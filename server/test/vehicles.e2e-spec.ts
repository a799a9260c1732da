import { validateVehicle, type VehicleResponse } from '@yardcall/shared';
import request from 'supertest';
import {
  bearer,
  bodyOf,
  errorBody,
  expectFieldProblems,
  newTractor,
  OTHER_ORG_ADMIN,
  signIn,
  suiteApp,
  tractorRequest,
  unitNumber,
} from './helpers';

// A unit number free in this run, so the suite also passes against a database kept from an earlier run.

describe('vehicles', () => {
  const { t, tokens } = suiteApp();

  it('lists the seeded fleet to a driver, searches unit numbers by prefix and filters by kind', async () => {
    const all = await request(t.url).get('/api/vehicles').set(bearer(tokens.driver));
    expect(all.status).toBe(200);
    const units = (all.body as VehicleResponse[]).map((v) => v.unitNumber);
    expect(units).toEqual(expect.arrayContaining(['KV-101', 'KV-102', 'KV-103', 'KV-T21', 'KV-T22', 'KV-S31']));

    const search = await request(t.url).get('/api/vehicles?q=kv-t2').set(bearer(tokens.driver));
    expect((search.body as VehicleResponse[]).map((v) => v.unitNumber).filter((u) => u.startsWith('KV-'))).toEqual([
      'KV-T21',
      'KV-T22',
      'KV-T23',
    ]);

    const wildcard = await request(t.url).get('/api/vehicles?q=%25').set(bearer(tokens.driver));
    expect(wildcard.body).toEqual([]);

    const trucks = await request(t.url).get('/api/vehicles?kind=straight_truck').set(bearer(tokens.driver));
    expect((trucks.body as VehicleResponse[]).every((v) => v.kind === 'straight_truck')).toBe(true);
    expect((trucks.body as VehicleResponse[]).map((v) => v.unitNumber)).toContain('KV-S31');

    const badKind = await request(t.url).get('/api/vehicles?kind=boat').set(bearer(tokens.driver));
    expect(badKind.status).toBe(400);
    expect(errorBody(badKind).fields).toEqual([
      { field: 'kind', message: 'Choose a kind: tractor, trailer, straight_truck, bus.' },
    ]);
  });

  it('creates a vehicle, reads it back and refuses a second one with the same unit number in any case', async () => {
    const ours = unitNumber('KV');
    const created = await request(t.url)
      .post('/api/vehicles')
      .set(bearer(tokens.supervisor))
      .send(tractorRequest(ours));
    expect(created.status).toBe(201);
    expect(created.body).toMatchObject({ unitNumber: ours, kind: 'tractor', status: 'in_service', statusReason: null });
    const read = await request(t.url)
      .get(`/api/vehicles/${bodyOf<VehicleResponse>(created).id}`)
      .set(bearer(tokens.mechanic));
    expect(read.body).toEqual(created.body);

    const duplicate = await request(t.url)
      .post('/api/vehicles')
      .set(bearer(tokens.admin))
      .send(tractorRequest(ours.toLowerCase()));
    expect(duplicate.status).toBe(409);
    expect(errorBody(duplicate).message).toBe(
      `Your organisation already has a unit ${ours.toLowerCase()}: choose another unit number.`,
    );
  });

  it('lets another organisation use the same unit number', async () => {
    const otherAdmin = await signIn(t.url, OTHER_ORG_ADMIN);
    const response = await request(t.url)
      .post('/api/vehicles')
      .set(bearer(otherAdmin))
      .send(tractorRequest(unitNumber('KV-101')));
    expect(response.status).toBe(201);
    // The other organisation's fleet stays as seeded: access.e2e-spec.ts lists it exactly, in any file order.
    await t.dataSource.query('DELETE FROM vehicles WHERE id = $1', [bodyOf<VehicleResponse>(response).id]);
  });

  it('answers 400 with each wrong axle field named by the shared vehicle rules', async () => {
    const body = tractorRequest(unitNumber('KV'));
    const [steer, drive] = body.config.axles;
    body.config.axles = [
      { ...steer!, tires: 'dual' },
      {
        ...drive!,
        brake: 'air_drum',
        chamber: undefined,
        tire: { size: '11R22.5', coldInflationPsi: 130, sidewallMaxPsi: 120 },
      },
      {
        position: 'trailer',
        tires: 'dual',
        brake: 'air_drum',
        chamber: { size: 36, stroke: 'long' },
        tire: { size: '11R22.5', coldInflationPsi: 100, sidewallMaxPsi: 120 },
      },
    ];
    body.vin = 'OOPS';
    const response = await request(t.url).post('/api/vehicles').set(bearer(tokens.admin)).send(body);
    expect(response.status).toBe(400);
    const fields = errorBody(response).fields ?? [];
    // The server answers exactly what the shared rules say (their wording is theirs to change)...
    expect(fields).toEqual(validateVehicle(body));
    // ...and names each wrong field by its path.
    expect(fields.map((f) => f.field)).toEqual([
      'vin',
      'config.axles.0.tires',
      'config.axles.1.chamber',
      'config.axles.1.tire.coldInflationPsi',
      'config.axles.2.position',
      'config.axles.2.chamber.stroke',
    ]);
    expect(fields.every((f) => f.message.length > 10)).toBe(true);
    expect(errorBody(response).message).toBe(`Check these 6 fields: ${fields.map((f) => f.field).join(', ')}.`);
  });

  it('answers 400, never 500, for wrong types and unknown fields deep in the configuration', async () => {
    const body = tractorRequest(unitNumber('KV')) as unknown as {
      config: { axles: Record<string, unknown>[]; paint?: string };
    };
    body.config.axles[0] = {
      ...body.config.axles[0],
      brake: 7,
      color: 'red',
      tire: { size: '11R22.5', coldInflationPsi: 'high', sidewallMaxPsi: 120 },
    };
    body.config.paint = 'blue';
    const response = await request(t.url).post('/api/vehicles').set(bearer(tokens.admin)).send(body);
    expectFieldProblems(response, [
      { field: 'config.paint', message: 'This field is not allowed here: remove it.' },
      { field: 'config.axles.0.color', message: 'This field is not allowed here: remove it.' },
      { field: 'config.axles.0.brake', message: 'Enter this as text.' },
      { field: 'config.axles.0.tire.coldInflationPsi', message: 'Enter this as a number.' },
    ]);

    for (const config of [null, 'three axles', [], { axles: 'many' }]) {
      const wrong = await request(t.url)
        .post('/api/vehicles')
        .set(bearer(tokens.admin))
        .send({ ...tractorRequest(unitNumber('KV')), config });
      expect({ config, status: wrong.status }).toEqual({ config, status: 400 });
      expect(errorBody(wrong).fields?.[0]?.field).toMatch(/^config/);
    }
  });

  it('takes a vehicle out of service with a reason, and back, with the time it changed', async () => {
    const created = await newTractor(t.url, tokens.admin, 'KV');
    const out = await request(t.url)
      .patch(`/api/vehicles/${created.id}`)
      .set(bearer(tokens.supervisor))
      .send({ status: 'out_of_service', statusReason: 'Air leak at the left drive chamber' });
    expect(out.status).toBe(200);
    expect(out.body).toMatchObject({ status: 'out_of_service', statusReason: 'Air leak at the left drive chamber' });
    expect(new Date(bodyOf<VehicleResponse>(out).statusSince).getTime()).toBeGreaterThan(
      new Date(created.statusSince).getTime(),
    );

    const back = await request(t.url)
      .patch(`/api/vehicles/${created.id}`)
      .set(bearer(tokens.supervisor))
      .send({ status: 'in_service' });
    expect(back.body).toMatchObject({ status: 'in_service', statusReason: null });
  });

  it('re-checks the whole vehicle on PATCH: a tractor cannot become a trailer with its power-unit axles', async () => {
    const created = await newTractor(t.url, tokens.admin, 'KV');
    const response = await request(t.url)
      .patch(`/api/vehicles/${created.id}`)
      .set(bearer(tokens.admin))
      .send({ kind: 'trailer' });
    expectFieldProblems(response, [
      { field: 'config.axles.0.position', message: expect.any(String) as string },
      { field: 'config.steering', message: expect.any(String) as string },
    ]);
    const unchanged = await request(t.url).get(`/api/vehicles/${created.id}`).set(bearer(tokens.admin));
    expect(bodyOf<VehicleResponse>(unchanged).kind).toBe('tractor');
  });

  it('answers 404 for a well-formed id that does not exist', async () => {
    const response = await request(t.url)
      .get('/api/vehicles/6f1c2a4e-3b5d-4c7e-9f8a-1b2c3d4e5f60')
      .set(bearer(tokens.driver));
    expect(response.status).toBe(404);
  });
});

****

• _PROBLEM DESCRIPTION_: Although the records may continue, retype only the lines from the first one through the one containing "it('lists the seeded", exactly as they appear.

• _TASK RESULT_:
filename server/test/vehicles.e2e-spec.ts
repository a799a9260c1732da
import { validateVehicle, type VehicleResponse } from '@yardcall/shared';
import request from 'supertest';
import {
  bearer,
  bodyOf,
  errorBody,
  expectFieldProblems,
  newTractor,
  OTHER_ORG_ADMIN,
  signIn,
  suiteApp,
  tractorRequest,
  unitNumber,
} from './helpers';

// A unit number free in this run, so the suite also passes against a database kept from an earlier run.

describe('vehicles', () => {
  const { t, tokens } = suiteApp();

  it('lists the seeded fleet to a driver, searches unit numbers by prefix and filters by kind', async () => {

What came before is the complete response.